Beberapa waktu lalu, sejarah Jaka Tingkir kembali menjadi perbincangan hangat. Selain nasab dan tokoh-tokoh yang diyakini sebagai keturunannya, makam Jaka Tingkir juga menuai kontroversi. Hingga saat ini, terdapat tiga makam yang masyhur diyakini sebagai makamnya. Versi resmi dari Kraton Catur Sagotrah menyatakan bahwa Jaka Tingkir dimakamkan di desa Butuh, Sragen, bersama dengan ayahnya, Ki Kebo Kenanga. Namun, ada pula versi yang menyebutkan bahwa makamnya telah dipindahkan ke Kotagedhe atas perintah Panembahan Senopati, yang ingin mengambil berkah dari keberadaan makam ayah angkatnya. Di sisi lain, ada juga makam yang diyakini berada di Pringgoboyo, Lamongan, berdasarkan cerita Gus Dur.
Kontroversi makam Jaka Tingkir tidak berdiri sendiri. Banyak makam yang diyakini sebagai makam anaknya, Pangeran Benowo, di antaranya di desa Butuh, yang satu komplek dengan ayahanda, serta di Demak, Jombang, dan Kendal. Tak hanya itu, tokoh-tokoh lain seperti Sunan Bonang, Arya Penangsang, dan Syekh Jumadil Kubro juga memiliki banyak makam yang diyakini oleh masyarakat.
Kondisi ini tentu memunculkan pertanyaan bagi orang yang hendak berziarah: mana makam yang asli? Bagaimana jika kita berziarah tetapi keliru dalam identifikasi? Masalah ini ternyata tidak hanya terjadi di Indonesia. Di Mesir, terdapat beberapa ulama dan keturunan Rasulullah (SAW) yang juga memiliki banyak makam.
Syekh Mukmin bin Hasan Mukmin, dalam kitab Nurul Abshar, menjelaskan hal ini dengan menyatakan bahwa perbedaan pemakaman sebagian ahli bait di Kairo Mesir, yang semuanya diziarahi, tidak perlu dipermasalahkan. Beliau mengatakan, “Ketahuilah, perbedaan pemakaman sebagian ahli bait di Kairo Mesir yang semuanya diziarahi, tidak perlu dipermasalahkan. Karena nur yang ada di pusara mereka menunjukkan bahwa mereka ada di tempat-tempat tersebut.”

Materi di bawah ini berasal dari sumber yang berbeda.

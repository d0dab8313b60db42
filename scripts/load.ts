// Load figures on loopback, bounded: the service in-process (SQLite in a temp
// dir), autocannon POSTing the demo comparison, then GET /healthz as the
// baseline measured in the same run. Usage: npx tsx scripts/load.ts [seconds] [connections]
import { mkdtempSync, rmSync } from 'node:fs';
import { tmpdir } from 'node:os';
import { join } from 'node:path';
import { createRequire } from 'node:module';
import { defaultConfig } from '../src/config.ts';
import { openAuditStore } from '../src/audit/open.ts';
import { buildApp } from '../src/http/app.ts';
import { demoComparison } from './demo-data.ts';

// autocannon ships no type declarations; this is the part used here.
interface LoadResult { '2xx': number; non2xx: number; errors: number; latency: { p50: number; p99: number } }
const autocannon = createRequire(import.meta.url)('autocannon') as (options: Record<string, unknown>) => Promise<LoadResult>;

const seconds = Math.min(60, Number(process.argv[2] ?? 10));
const connections = Math.min(64, Number(process.argv[3] ?? 8));

const dir = mkdtempSync(join(tmpdir(), 'parsimetry-load-'));
const config = defaultConfig({ auditDb: join(dir, 'audit.sqlite'), rateLimitPerMinute: 10_000_000, eventLoopMaxDelayMs: 0 });
const store = await openAuditStore(config.auditDb);
const app = await buildApp({ config, store, logger: false });
const url = await app.listen({ host: '127.0.0.1', port: 0 });

async function run(title: string, path: string, options: Record<string, unknown> = {}) {
  const result = await autocannon({ url: `${url}${path}`, connections, duration: seconds, ...options });
  const ok = result['2xx'];
  const perSecond = ok / seconds;
  console.log(`${title.padEnd(28)} ${perSecond.toFixed(1).padStart(9)} /s   p50 ${String(result.latency.p50).padStart(5)} ms   p99 ${String(result.latency.p99).padStart(5)} ms   non-2xx ${result.non2xx}  errors ${result.errors}`);
  return perSecond;
}

console.log(`loopback, ${connections} connections, ${seconds} s each, Node ${process.version}`);
const comparisons = await run('POST /v1/comparisons (demo)', '/v1/comparisons', {
  method: 'POST', body: JSON.stringify(demoComparison()), headers: { 'content-type': 'application/json' },
});
const health = await run('GET /healthz (baseline)', '/healthz');
console.log(`comparisons per second relative to the /healthz baseline: ${(comparisons / health).toFixed(4)}`);
const stored = await store.list({ limit: 1 });
console.log(`audit records written: newest seq ${stored.records[0]?.seq ?? 0}`);
await app.close();
await store.close();
rmSync(dir, { recursive: true, force: true });
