// One comparison path, in process, for a CPU profile and a steadier figure than
// sockets give on a shared machine: CPU time per comparison beside wall time,
// through app.inject with the durable SQLite audit, as production runs it
// (answers as plain JSON, the compute pool started with the service). CPU is
// read per thread from /proc (Linux): the main thread's share is what bounds
// the requests/s of one process, the total what bounds the machine's; both
// count CPU actually used, so other load on the machine inflates them little.
//   node --cpu-prof --cpu-prof-dir=out/profile --import tsx scripts/profile-comparison.ts [comparisons, default 400] [rows, default 300] [in flight, default 1]
//   npx tsx scripts/profile-summary.ts out/profile/<main thread>.cpuprofile
import { mkdtempSync, readdirSync, readFileSync, rmSync } from 'node:fs';
import { tmpdir } from 'node:os';
import { join } from 'node:path';
import { defaultConfig } from '../src/config.ts';
import { openAuditStore } from '../src/audit/open.ts';
import { buildApp, computePoolFor } from '../src/http/app.ts';
import { demoComparison } from './demo-data.ts';

const n = Number(process.argv[2] ?? 400);
const rows = Number(process.argv[3] ?? 300);
const inFlight = Math.max(1, Number(process.argv[4] ?? 1));
const dir = mkdtempSync(join(tmpdir(), 'parsimetry-profile-'));
const config = defaultConfig({ auditDb: join(dir, 'audit.sqlite'), rateLimitPerMinute: 1e9, eventLoopMaxDelayMs: 0, responseSchemaCheck: false });
const store = await openAuditStore(config.auditDb);
const compute = computePoolFor(config);
if (!process.env.NO_POOL) compute.start();
let pooled = 0;
const open = compute.open.bind(compute);
compute.open = () => (pooled++, open());
const app = await buildApp({ config, store, logger: false, compute });
const payload = JSON.stringify(demoComparison(rows));

/** CPU milliseconds (user + system) of each thread of this process, by thread id; the main thread's id is the pid. */
function threadCpuMs(): Map<number, number> {
  const tick = 10; // USER_HZ is 100 on Linux
  const out = new Map<number, number>();
  for (const tid of readdirSync('/proc/self/task')) {
    try {
      const stat = readFileSync(`/proc/self/task/${tid}/stat`, 'utf8');
      const fields = stat.slice(stat.lastIndexOf(')') + 2).split(' ');
      out.set(Number(tid), (Number(fields[11]) + Number(fields[12])) * tick);
    } catch {
      // the thread ended between the listing and the read
    }
  }
  return out;
}

async function one() {
  const r = await app.inject({ method: 'POST', url: '/v1/comparisons', payload, headers: { 'content-type': 'application/json' } });
  if (r.statusCode !== 200) throw new Error(`POST answered ${r.statusCode}: ${r.body.slice(0, 300)}`);
  return r;
}

async function many(count: number) {
  let next = 0;
  await Promise.all(Array.from({ length: inFlight }, async () => {
    while (next++ < count) await one();
  }));
}

while (!process.env.NO_POOL && compute.stats().ready < compute.size) await new Promise((resolve) => setTimeout(resolve, 20));
await many(50);
const before = threadCpuMs();
const cpu = process.cpuUsage();
const start = performance.now();
await many(n);
const wall = (performance.now() - start) / n;
const used = process.cpuUsage(cpu);
const after = threadCpuMs();
const mainMs = ((after.get(process.pid) ?? 0) - (before.get(process.pid) ?? 0)) / n;
let allMs = 0;
for (const [tid, ms] of after) allMs += ms - (before.get(tid) ?? 0);
allMs /= n;
console.log(`${rows} rows, 5 candidates, ${inFlight} in flight, ${compute.size} workers: ${wall.toFixed(2)} ms wall, ${((used.user + used.system) / 1000 / n).toFixed(2)} ms CPU per comparison (${(used.system / 1000 / n).toFixed(2)} ms of it system); ` +
  `by thread: main ${mainMs.toFixed(2)} ms, all ${allMs.toFixed(2)} ms; ${n} comparisons; ${pooled} ran on a worker; answer ${(await one()).body.length} bytes`);
await app.close();
await compute.close();
await store.close();
rmSync(dir, { recursive: true, force: true });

Lebih lanjut, Syekh Mukmin mengutip Syekh Ali al-Khawash, yang menyatakan bahwa pintu barzakh itu seperti ombak yang dimasuki oleh seseorang. Orang tersebut akan tenggelam dan kemudian mengambang di tempat lain, sebagaimana yang terjadi pada Sayyidi Ahmad bin ar-Rifa’i dan Sayyidah Nafisah. Ketika sangkakala ditiup di hari kiamat, jenazah akan dibangkitkan dari tempat penguburannya semula. Hal ini mengisyaratkan bahwa keberkahan dan kehadiran seorang wali tidak selalu terkait dengan lokasi pemakamannya, tetapi bisa jadi juga terdapat di petilasannya.
Sebagaimana informasi yang disampaikan Imam as-Sya’rani, ada dua lokasi yang sering diziarahi terkait Sayyidah Nafisah: makamnya dan petilasan tempatnya beribadah. Hal serupa juga berlaku bagi Imam Ahmad bin ar-Rifai, yang memiliki dua makam yang sering diziarahi. Oleh karena itu, sebagian ulama menyatakan bahwa hal ini sangat tergantung pada niat baik dari peziarah. Meskipun kita mungkin berziarah di makam yang tidak tepat, bacaan Al-Qur’an, dzikir, tawasul, dan doa tetap sampai kepada wali di manapun jenazahnya dimakamkan. Dengan demikian, tidak perlu diributkan mengenai lokasi makam yang tepat. Wallahu a’lam.